**What you are asked to do**
Every line from the first one in the listing down to the line with "and D the double" should be restated word for word.

**Supplied records**
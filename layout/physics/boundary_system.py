"""The linear systems of the boundary elements: assembled, split at the skull, solved.

With σ⁻ inside and σ⁺ outside of surface l, V0 the dipole's infinite-medium potential times the conductivity around it
and D the double layer (boundary_integrals.py), the potential on surface k obeys (Geselowitz 1967, Biophys J 7:1;
Barnard et al. 1967, Biophys J 7:443; citations from memory, equation derived from Green's identity)

    ½(σ_k⁻ + σ_k⁺) V = V0 + Σ_l (σ_l⁻ - σ_l⁺) D_kl V,

tested and expanded with the meshes' linear shape functions (Galerkin). The skull blocks most of the current, so the
potential is split (isolated-problem approach: Hämäläinen & Sarvas 1989, IEEE TBME 36:165; Meijs et al. 1989, IEEE TBME
36:1038; Galerkin form as in Stenroos & Sarvas 2012, Phys Med Biol 57:3517; from memory, derived here): w, the brain
alone, solves σ_1(½ - D_11) w = V0, and the rest v, driven by

    -σ_2 (½ + D_11) w on the inner skull, -σ_2 D_k1 w on the others,

is of the size of what passes the skull, so its relative error stays small. Only the dipole terms on the inner skull are
needed. Both systems leave a constant free: a rank-one term makes the area-weighted mean zero.
"""

from __future__ import annotations

import itertools
from typing import NamedTuple

import numpy as np
from scipy.linalg import lu_factor, lu_solve
from scipy.sparse import csr_array

from layout.physics.boundary_integrals import Elements, area_shares, double_layer, mass_matrix

VERSION = 1  # of the arrays below; part of the cache's key


class SolvedSystem(NamedTuple):
    """potentials (n_nodes, n_inner): V on all surfaces' nodes from the dipole terms on the innermost surface's nodes.

    factors (n_nodes, n_nodes) and pivots (n_nodes,): the LU factors of the unsplit system, for sources elsewhere.
    """

    potentials: np.ndarray
    factors: np.ndarray
    pivots: np.ndarray


def solve_system(elements: tuple[Elements, ...], conductivities: np.ndarray) -> SolvedSystem:
    """Assembles and solves both systems for nested surfaces, innermost first, with conductivities [S/m] inside each.

    Time: (nodes)² with a large factor (integrals of every pair of triangles), then (nodes)³ with a small one.
    """
    sigma = np.asarray(conductivities, float)
    beyond = np.append(sigma[1:], 0.0)
    starts = node_starts(elements)
    parts = [slice(*pair) for pair in itertools.pairwise(starts)]
    inner = parts[0]
    masses = [mass_matrix(part) for part in elements]
    system, coupling = np.zeros((starts[-1],) * 2), np.zeros((starts[-1], starts[1]))
    for k, tested in enumerate(elements):
        system[parts[k], parts[k]] += 0.5 * (sigma[k] + beyond[k]) * masses[k].toarray()
        for j, source in enumerate(elements):
            seen = 0.5 if j == k else float(j > k)  # of the full solid angle 4π
            layer = _with_row_sums(double_layer(tested, source), seen * _sums(masses[k]), source)
            system[parts[k], parts[j]] -= (sigma[j] - beyond[j]) * layer
            if j == 0:
                coupling[parts[k]] = -beyond[0] * layer
                if k == 0:
                    isolated = sigma[0] * (0.5 * masses[0].toarray() - layer)
    coupling[inner] -= 0.5 * beyond[0] * masses[0].toarray()
    isolated += sigma[0] * _sums(masses[0])[:, None] * area_shares(elements[0])
    isolated = np.linalg.inv(isolated)
    system[:, parts[-1]] += (sigma.max() * np.concatenate([_sums(mass) for mass in masses]))[:, None] * area_shares(
        elements[-1]
    )
    factors, pivots = lu_factor(system, overwrite_a=True, check_finite=False)
    if len(elements) == 1:  # the brain alone is all there is
        return SolvedSystem(isolated, factors, pivots)
    potentials = lu_solve((factors, pivots), coupling @ isolated, overwrite_b=True, check_finite=False)
    potentials[inner] += isolated
    return SolvedSystem(potentials, factors, pivots)


def node_starts(elements: tuple[Elements, ...]) -> np.ndarray:
    """Where each surface's nodes begin in the vector of all nodes; the last entry is their number."""
    return np.cumsum([0, *(len(part.vertices) for part in elements)])


def _sums(mass: csr_array) -> np.ndarray:
    return mass @ np.ones(mass.shape[1])


def _with_row_sums(layer: np.ndarray, sums: np.ndarray, source: Elements) -> np.ndarray:
    """Gives back to each row the exact solid angle of a closed surface, which quadrature misses by some 1e-5 of it.

    A constant potential then stays an exact null vector of the system.
    """
    layer += (sums - layer.sum(axis=1))[:, None] * area_shares(source)
    return layer
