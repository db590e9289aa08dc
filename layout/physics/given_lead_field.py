"""A lead field computed elsewhere in the place of ours, and ours as arrays for elsewhere.

The file gives the gain of the candidates' channels to the sources of the head's cortex, matched by the channels' names
and the order of the sources: write ours, compute the same channels and sources with another model, put its gain in.
What the file cannot give stays with the quick model of spheres: the eyes' field, and the calibration of the background,
which sets its moment density by the potentials at the 10-20 sites (where the other model has another electric gain, the
EEG that follows is not the one which the brief states).
"""

from __future__ import annotations

from dataclasses import dataclass, field
from pathlib import Path

import numpy as np

from layout.brief.objects_stock import StockBrief
from layout.errors import FileError
from layout.physics.channels import Channels, candidate_channels
from layout.physics.lead_field import LeadField, PlacedPoints
from layout.physics.lead_field_files import LeadFieldArrays
from layout.physics.sphere_model import Displacements, MappedCortex, SphereModel
from layout.sensing.candidates import Candidates
from layout.units import MM

NEAR = 0.5 * MM  # how far a channel or source of the file may lie from ours
TURNED = np.radians(1.0)  # how far an axis or a normal may be turned


@dataclass(frozen=True)
class GivenChannels(Channels):
    """Channels whose gain to the whole cortex is given: (n, n_sources) along the normals or (n, n_sources, 3) free.

    They can be neither moved nor differentiated: `moved` and `on_spheres` are refused with FileError.
    """

    gain: np.ndarray = field(default_factory=lambda: np.zeros((0, 0)))
    path: Path = Path()

    def lead_field(self, cortex: MappedCortex, sources: np.ndarray, free: bool) -> LeadField:
        """The given gain to the numbered sources, along their normals or free."""
        gain = self.gain[:, sources]
        if free and gain.ndim == 2:
            raise FileError(
                f"{self.path}: gain must have the shape (n_channels, n_sources, 3) where a region is free or the head "
                f"has no normals, but {self.gain.shape} was given"
            )
        if not free and gain.ndim == 3:
            gain = np.einsum("nmk,mk->nm", gain, cortex.head.cortex.normals[sources])
        return LeadField(gain, self.displacements(cortex))

    def displacements(self, cortex: MappedCortex) -> Displacements:
        """Nothing is moved onto spheres."""
        return Displacements(0.0, 0.0, 0.0, 0.0, 0.0, 0.0)

    def moved(self, positions: np.ndarray, turns: np.ndarray, normals: np.ndarray) -> Channels:
        """Refused."""
        raise self._refusal("be left out (head.lead_field_file) where sensors are moved")

    def on_spheres(self, sphere: SphereModel, head: object) -> PlacedPoints:
        """Refused: what asks for it needs the derivatives of our own lead field."""
        raise self._refusal("be left out (head.lead_field_file) where localisation errors are wanted")

    def _refusal(self, rule: str) -> FileError:
        return FileError(f"{self.path}: must {rule}, since its gain holds at one place only, but it was given")


def channel_names(candidates: Candidates) -> tuple[str, ...]:
    """A name for each channel: that of its candidate, with its number behind where a sensor has several."""
    if candidates.pairs is not None:
        singles = channel_names(candidates.singles)
        return tuple(singles[row] for row in candidates.pairs.rows)
    counts = np.bincount(candidates.candidate_of_channel)
    names, number = [], 0
    for channel, candidate in enumerate(candidates.candidate_of_channel):
        same = channel > 0 and candidate == candidates.candidate_of_channel[channel - 1]
        number = number + 1 if same else 1
        ending = f" #{number}" if counts[candidate] > 1 else ""
        names.append(candidates.names[candidate] + ending)
    return tuple(names)


def lead_field_arrays(
    candidates: Candidates, stock: tuple[StockBrief, ...], cortex: MappedCortex, channels: Channels | None = None
) -> LeadFieldArrays:
    """The lead field of all candidates to the whole cortex, free, as arrays for `write_lead_field`.

    channels: the candidates' (default: in the quick model).
    """
    channels = channels or candidate_channels(candidates)
    sources = cortex.head.cortex
    return LeadFieldArrays(
        gain=channels.lead_field(cortex, np.arange(len(sources)), free=True).gain,
        channel_names=channel_names(candidates),
        channel_kinds=tuple(stock[kind].kind for kind in candidates.kind[candidates.candidate_of_channel]),
        channel_positions=channels.positions,
        channel_axes=channels.axes,
        source_positions=sources.positions,
        source_normals=sources.normals,
        source_areas=sources.areas,
    )


def given_channels(candidates: Candidates, cortex: MappedCortex, arrays: LeadFieldArrays, path: Path) -> GivenChannels:
    """The candidates' channels with their gain from a file's arrays.

    Raises FileError, in one sentence, where the file lacks a channel, has it as another kind, more than 0.5 mm away or
    turned by more than 1°, or where its sources are not those of the head's cortex in their order.
    """
    channels = candidate_channels(candidates)
    _check_sources(path, arrays, cortex)
    names = channel_names(candidates)
    row_of = {name: row for row, name in enumerate(arrays.channel_names)}
    lost = [name for name in names if name not in row_of]
    if lost:
        raise FileError(
            f"{path}: channel_names must hold every channel of the brief's candidates, but {len(lost)} of {len(names)} "
            f"are not there, {lost[0]!r} first"
        )
    rows = np.array([row_of[name] for name in names], dtype=int)
    electrode = np.array([kind == "electrode" for kind in arrays.channel_kinds])[rows]
    _refuse_first(path, electrode != channels.is_electrode, names, "channel_kinds must be those of the brief")
    away = np.linalg.norm(arrays.channel_positions[rows] - channels.positions, axis=1)
    _refuse_first(
        path, away > NEAR, names, "channel_positions must lie within 0.5 mm of the brief's", away / MM, "mm off"
    )
    turned = np.where(electrode, 0.0, _angles(arrays.channel_axes[rows], channels.axes))
    _refuse_first(
        path, turned > TURNED, names, "channel_axes must be within 1° of the brief's", np.degrees(turned), "° off"
    )
    shared = {name: getattr(channels, name) for name in ("positions", "axes", "is_electrode", "normals", "pickup")}
    return GivenChannels(**shared, gain=arrays.gain[rows], path=path)


def _check_sources(path: Path, arrays: LeadFieldArrays, cortex: MappedCortex) -> None:
    ours = cortex.head.cortex
    if len(arrays.source_positions) != len(ours):
        raise FileError(
            f"{path}: source_positions must be the {len(ours)} sources of the head's cortex, but "
            f"{len(arrays.source_positions)} were given"
        )
    labels = [f"source {number + 1}" for number in range(len(ours))]
    away = np.linalg.norm(arrays.source_positions - ours.positions, axis=1)
    rule = "source_positions must lie within 0.5 mm of the head's sources, in their order"
    _refuse_first(path, away > NEAR, labels, rule, away / MM, "mm off")
    if arrays.gain.ndim == 2:
        turned = _angles(arrays.source_normals, ours.normals)
        rule = "source_normals must be within 1° of the head's where gain is along them"
        _refuse_first(path, turned > TURNED, labels, rule, np.degrees(turned), "° off")


def _angles(first: np.ndarray, second: np.ndarray) -> np.ndarray:
    """Angles [rad] between vectors (n, 3)."""
    across = np.linalg.norm(np.cross(first, second), axis=1)
    return np.arctan2(across, np.einsum("nd,nd->n", first, second))


def _refuse_first(
    path: Path,
    wrong: np.ndarray,
    names: list[str] | tuple[str, ...],
    rule: str,
    values: np.ndarray | None = None,
    unit: str = "",
) -> None:
    """FileError that names the first wrong row, and how wrong it is."""
    if wrong.any():
        row = int(np.argmax(wrong))
        how = "is not" if values is None else f"is {values[row]:.3g} {unit}"
        raise FileError(f"{path}: {rule}, but {names[row]!r} {how}")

**Reply to the task**
filename layout/physics/boundary_system.py
"""The linear systems of the boundary elements: assembled, split at the skull, solved.

With σ⁻ inside and σ⁺ outside of surface l, V0 the dipole's infinite-medium potential times the conductivity around it
and D the double layer (boundary_integrals.py), the potential on surface k obeys (Geselowitz 1967, Biophys J 7:1;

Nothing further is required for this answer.